Requirement: If a line in the entries below includes the string "paved", copy it out.

Data supplied:
----
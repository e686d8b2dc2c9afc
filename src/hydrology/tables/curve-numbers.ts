/** Hydrologic soil groups, from sand to clay. */
export const soilGroups = ['A', 'B', 'C', 'D'] as const;
export type SoilGroup = (typeof soilGroups)[number];

/** Runoff curve numbers of one cover, for average antecedent runoff (ARC II) and an initial abstraction of 0.2 S. */
export interface CurveNumberRow {
  /** As records name it: cover, treatment and condition, parted by commas. */
  readonly class: string;
  /** Of TR-55. */
  readonly table: '2-2a' | '2-2b' | '2-2c';
  readonly cover: string;
  readonly treatment: string | null;
  readonly condition: 'poor' | 'fair' | 'good' | null;
  /** Of the cover as the table has it; null where it says nothing. */
  readonly sealedPercent: number | null;
  readonly numbers: Readonly<Record<SoilGroup, number>>;
}

export const curveNumberSource =
  'USDA-NRCS (1986) Urban Hydrology for Small Watersheds, TR-55, 2nd ed., Table 2-2; the same values in the National Engineering Handbook, Part 630, ch. 9 (2004), Tables 9-1 and 9-5';

type Row = readonly [
  table: CurveNumberRow['table'],
  cover: string,
  treatment: string | null,
  condition: CurveNumberRow['condition'],
  sealedPercent: number | null,
  A: number,
  B: number,
  C: number,
  D: number,
];

/**
 * Read in two public copies of TR-55 Table 2-2; the desert rows in one. Older printings (NEH-4) have 25 for good woods on
 * group A.
 */
const rows: readonly Row[] = [
  ['2-2a', 'open space', null, 'poor', null, 68, 79, 86, 89],
  ['2-2a', 'open space', null, 'fair', null, 49, 69, 79, 84],
  ['2-2a', 'open space', null, 'good', null, 39, 61, 74, 80],
  ['2-2a', 'paved parking, roofs, streets with curbs', null, null, 100, 98, 98, 98, 98],
  ['2-2a', 'paved road with open ditches', null, null, null, 83, 89, 92, 93],
  ['2-2a', 'gravel road', null, null, null, 76, 85, 89, 91],
  ['2-2a', 'dirt road', null, null, null, 72, 82, 87, 89],
  ['2-2a', 'natural desert landscaping', null, null, null, 63, 77, 85, 88],
  ['2-2a', 'artificial desert landscaping', null, null, null, 96, 96, 96, 96],
  ['2-2a', 'commercial and business', null, null, 85, 89, 92, 94, 95],
  ['2-2a', 'industrial', null, null, 72, 81, 88, 91, 93],
  ['2-2a', 'residential, 1/8 acre or less', null, null, 65, 77, 85, 90, 92],
  ['2-2a', 'residential, 1/4 acre', null, null, 38, 61, 75, 83, 87],
  ['2-2a', 'residential, 1/3 acre', null, null, 30, 57, 72, 81, 86],
  ['2-2a', 'residential, 1/2 acre', null, null, 25, 54, 70, 80, 85],
  ['2-2a', 'residential, 1 acre', null, null, 20, 51, 68, 79, 84],
  ['2-2a', 'residential, 2 acres', null, null, 12, 46, 65, 77, 82],
  ['2-2a', 'newly graded area', null, null, null, 77, 86, 91, 94],
  ['2-2b', 'fallow', 'bare soil', null, null, 77, 86, 91, 94],
  ['2-2b', 'fallow', 'crop residue', 'poor', null, 76, 85, 90, 93],
  ['2-2b', 'fallow', 'crop residue', 'good', null, 74, 83, 88, 90],
  ['2-2b', 'row crops', 'straight row', 'poor', null, 72, 81, 88, 91],
  ['2-2b', 'row crops', 'straight row', 'good', null, 67, 78, 85, 89],
  ['2-2b', 'row crops', 'straight row with crop residue', 'poor', null, 71, 80, 87, 90],
  ['2-2b', 'row crops', 'straight row with crop residue', 'good', null, 64, 75, 82, 85],
  ['2-2b', 'row crops', 'contoured', 'poor', null, 70, 79, 84, 88],
  ['2-2b', 'row crops', 'contoured', 'good', null, 65, 75, 82, 86],
  ['2-2b', 'row crops', 'contoured with crop residue', 'poor', null, 69, 78, 83, 87],
  ['2-2b', 'row crops', 'contoured with crop residue', 'good', null, 64, 74, 81, 85],
  ['2-2b', 'row crops', 'contoured and terraced', 'poor', null, 66, 74, 80, 82],
  ['2-2b', 'row crops', 'contoured and terraced', 'good', null, 62, 71, 78, 81],
  ['2-2b', 'row crops', 'contoured and terraced with crop residue', 'poor', null, 65, 73, 79, 81],
  ['2-2b', 'row crops', 'contoured and terraced with crop residue', 'good', null, 61, 70, 77, 80],
  ['2-2b', 'small grain', 'straight row', 'poor', null, 65, 76, 84, 88],
  ['2-2b', 'small grain', 'straight row', 'good', null, 63, 75, 83, 87],
  ['2-2b', 'small grain', 'straight row with crop residue', 'poor', null, 64, 75, 83, 86],
  ['2-2b', 'small grain', 'straight row with crop residue', 'good', null, 60, 72, 80, 84],
  ['2-2b', 'small grain', 'contoured', 'poor', null, 63, 74, 82, 85],
  ['2-2b', 'small grain', 'contoured', 'good', null, 61, 73, 81, 84],
  ['2-2b', 'small grain', 'contoured with crop residue', 'poor', null, 62, 73, 81, 84],
  ['2-2b', 'small grain', 'contoured with crop residue', 'good', null, 60, 72, 80, 83],
  ['2-2b', 'small grain', 'contoured and terraced', 'poor', null, 61, 72, 79, 82],
  ['2-2b', 'small grain', 'contoured and terraced', 'good', null, 59, 70, 78, 81],
  ['2-2b', 'small grain', 'contoured and terraced with crop residue', 'poor', null, 60, 71, 78, 81],
  ['2-2b', 'small grain', 'contoured and terraced with crop residue', 'good', null, 58, 69, 77, 80],
  ['2-2b', 'close-seeded legumes or rotation meadow', 'straight row', 'poor', null, 66, 77, 85, 89],
  ['2-2b', 'close-seeded legumes or rotation meadow', 'straight row', 'good', null, 58, 72, 81, 85],
  ['2-2b', 'close-seeded legumes or rotation meadow', 'contoured', 'poor', null, 64, 75, 83, 85],
  ['2-2b', 'close-seeded legumes or rotation meadow', 'contoured', 'good', null, 55, 69, 78, 83],
  ['2-2b', 'close-seeded legumes or rotation meadow', 'contoured and terraced', 'poor', null, 63, 73, 80, 83],
  ['2-2b', 'close-seeded legumes or rotation meadow', 'contoured and terraced', 'good', null, 51, 67, 76, 80],
  ['2-2c', 'pasture', null, 'poor', null, 68, 79, 86, 89],
  ['2-2c', 'pasture', null, 'fair', null, 49, 69, 79, 84],
  ['2-2c', 'pasture', null, 'good', null, 39, 61, 74, 80],
  ['2-2c', 'meadow', null, null, null, 30, 58, 71, 78],
  ['2-2c', 'brush', null, 'poor', null, 48, 67, 77, 83],
  ['2-2c', 'brush', null, 'fair', null, 35, 56, 70, 77],
  ['2-2c', 'brush', null, 'good', null, 30, 48, 65, 73],
  ['2-2c', 'orchard or tree farm', null, 'poor', null, 57, 73, 82, 86],
  ['2-2c', 'orchard or tree farm', null, 'fair', null, 43, 65, 76, 82],
  ['2-2c', 'orchard or tree farm', null, 'good', null, 32, 58, 72, 79],
  ['2-2c', 'woods', null, 'poor', null, 45, 66, 77, 83],
  ['2-2c', 'woods', null, 'fair', null, 36, 60, 73, 79],
  ['2-2c', 'woods', null, 'good', null, 30, 55, 70, 77],
  ['2-2c', 'farmsteads', null, null, null, 59, 74, 82, 86],
];

export const curveNumbers: readonly CurveNumberRow[] = rows.map(
  ([table, cover, treatment, condition, sealedPercent, A, B, C, D]) => ({
    class: [cover, treatment, condition].filter((part) => part !== null).join(', '),
    table,
    cover,
    treatment,
    condition,
    sealedPercent,
    numbers: { A, B, C, D },
  }),
);

/**
 * Curve numbers of average antecedent runoff, and what they become when all was dry (I) or wet (III) before: `[II, I, III]`.
 * Source: USDA-SCS (1985) National Engineering Handbook, Section 4, Table 10.1, every tenth row.
 */
export const antecedentRunoff: readonly (readonly [average: number, dry: number, wet: number])[] = [
  [30, 15, 50],
  [40, 22, 60],
  [50, 31, 70],
  [60, 40, 78],
  [70, 51, 85],
  [80, 63, 91],
  [90, 78, 96],
  [100, 100, 100],
];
----
Your response:
  ['2-2a', 'paved parking, roofs, streets with curbs', null, null, 100, 98, 98, 98, 98],
  ['2-2a', 'paved road with open ditches', null, null, null, 83, 89, 92, 93],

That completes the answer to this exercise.